From Regent's street to Sunset Blvd. a down-on-her-luck, purple haired girl was wandering for years after her luck as the broadcaster and mascot for one of the biggest Hentai companies ended in controversy after sex tapes, political scandals and assassination attempts ocurred on her lifetime. The once famous Zone-tan was now begging for copper from Leicester Square to the shanty-towns of Kingston. She's tried everything. Music, modeling, writing (Hah, as if that ever led someone somewhere!) even starring her own series just for a brief pilot episode. It was night time on the switching yard. The ragged former deity of 2D pornography got in the midnight train running both ways. Her brain was overworked, it wasn't a typical ahegao mind-break, it was plain old depression, defeatism. She had nothing else to live up for. Fromer friends now sold as delicatessen dishes in seafood restaurants after the ban on Tentacle Porn.
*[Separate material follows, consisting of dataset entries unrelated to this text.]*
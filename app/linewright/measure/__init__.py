"""Noise, pseudo-continuum, features and their profiles."""
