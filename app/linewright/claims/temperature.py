"""Excitation temperature from the profile of the mixture's likelihood.

It ranks predicted strengths; it is no effective temperature.
"""

from __future__ import annotations

import numpy as np

# Rough photospheric electron pressures (log10 dyn cm-2) of dwarfs at the depth where weak
# lines form; common practice, no source. Ranking hardly depends on it.
_PE_T = np.array([3000.0, 4000.0, 5000.0, 6000.0, 8000.0, 10000.0, 15000.0, 20000.0, 30000.0])
_PE = np.array([-1.0, 0.0, 0.8, 1.3, 2.3, 2.7, 2.9, 3.1, 3.5])

USUAL, USUAL_WIDTH = 5000.0, 0.25
COARSE = (3800.0, 5000.0, 6500.0, 9000.0, 13000.0, 20000.0, 30000.0)


def electron_pressure(temperature: float) -> float:
    """log10 of a dwarf's electron pressure (dyn cm-2) at an excitation temperature in K."""
    return float(np.interp(temperature, _PE_T, _PE))


def prior_log(temperature: float) -> float:
    """Mild preference for the temperature where most stars under study stand: it decides
    only while features are few."""
    return -0.5 * (np.log(temperature / USUAL) / USUAL_WIDTH) ** 2


def neighbours(temperature: float) -> tuple[float, ...]:
    """Temperatures to try around one of COARSE."""
    return tuple(
        round(t / 50.0) * 50.0 for t in temperature * np.array([0.8, 0.88, 0.94, 1.06, 1.13, 1.22])
    )


def peak(temperatures, log_likelihood) -> float:
    """Temperature of the largest likelihood, refined by a parabola in log T; K."""
    order = np.argsort(temperatures)
    t = np.log(np.asarray(temperatures, dtype=float)[order])
    y = np.asarray(log_likelihood, dtype=float)[order]
    k = int(np.argmax(y))
    if k in (0, len(y) - 1):
        return float(np.exp(t[k]))
    a, b, _ = np.polyfit(t[k - 1 : k + 2] - t[k], y[k - 1 : k + 2], 2)
    shift = float(np.clip(-b / (2 * a), t[k - 1] - t[k], t[k + 1] - t[k])) if a < 0 else 0.0
    return float(np.exp(t[k] + shift))
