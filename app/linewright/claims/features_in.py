"""Measured features in the form the engine weighs."""

from __future__ import annotations

import numpy as np

from .problem import FeatureData

SHALLOWEST, DEEPEST = 0.002, 0.98
MIN_FOR_WIDTHS = 40
BROAD = 1.25  # a feature this much broader than its like is a blend
EXCESS_SHARE = 0.25  # of the surplus width: how far its centroid may be off any one line
LN10 = np.log(10.0)


def feature_data(features, overlapping: bool = False) -> FeatureData:
    """FeatureData of a FeatureTable: m = log10(d/(1-d)) of the depth in absorption,
    log10 of |equivalent width x continuum| in emission (line flux up to a constant)."""
    depth = np.clip(features.depth, SHALLOWEST, DEEPEST)
    absorption = np.log10(depth / (1.0 - depth))
    absorption_err = features.depth_err / (LN10 * depth * (1.0 - depth))
    scale = np.where(np.isfinite(features.continuum), np.abs(features.continuum), 1.0)
    flux = np.abs(features.ew) * scale
    with np.errstate(divide="ignore", invalid="ignore"):
        emission = np.where(flux > 0, np.log10(np.where(flux > 0, flux, 1.0)), np.nan)
        emission_err = features.ew_err / (LN10 * np.abs(features.ew))
    line = features.sign > 0
    strength = np.where(line, np.where(np.isfinite(features.depth), absorption, np.nan), emission)
    strength_err = np.where(line, absorption_err, emission_err)
    # A fit whose error exceeds its width has failed; its peak is still inside the line.
    failed = 0.5 * np.where(features.fwhm > 0, features.fwhm, np.inf)
    return FeatureData(
        features.wave,
        np.minimum(features.wave_err, failed),
        features.fwhm,
        features.sign,
        strength,
        np.clip(np.nan_to_num(strength_err, nan=0.0), 0.0, 2.0),
        excess_error(features.wave, features.fwhm, strength, features.sign),
        features.segment if overlapping else np.zeros(len(features), dtype=int),
    )


def excess_error(wave, fwhm, strength, sign):
    """Position error (Angstrom) of features too broad for their strength; 0 for the rest.

    The width expected at a strength is the running median over features of like strength.
    """
    out = np.zeros(len(wave))
    for s in (1, -1):
        rows = np.nonzero((sign == s) & np.isfinite(fwhm) & np.isfinite(strength) & (fwhm > 0))[0]
        if len(rows) < MIN_FOR_WIDTHS:
            continue
        order = rows[np.argsort(strength[rows], kind="stable")]
        relative = fwhm[order] / wave[order]
        expected = _running_median(relative) * wave[order]
        surplus = np.maximum(fwhm[order] ** 2 - (BROAD * expected) ** 2, 0.0)
        out[order] = EXCESS_SHARE * np.sqrt(surplus)
    return out


def _running_median(values):
    """Median in overlapping windows of about a tenth of the sample, interpolated."""
    size = max(len(values) // 10, 15)
    centres = np.arange(size // 2, len(values), max(size // 2, 1))
    levels = [np.median(values[max(c - size // 2, 0) : c + size // 2 + 1]) for c in centres]
    return np.interp(np.arange(len(values)), centres, levels)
"This makes no sense, to go on, I mean. People don't pay for pornography anymore, people think not fapping gives them supernatural superpowers, all of this ruined my career. It's just not the same as it was in the mid-turn of the 2000's" - Zone-tan texted on an anonymous server with a man that seemed to respect and understand her work and her position.

"It's a long way, but you'll find true love and tenderness on your block. That's all I can say. Just keep walking the walk and look around the corners." - the strange man said to her in another text.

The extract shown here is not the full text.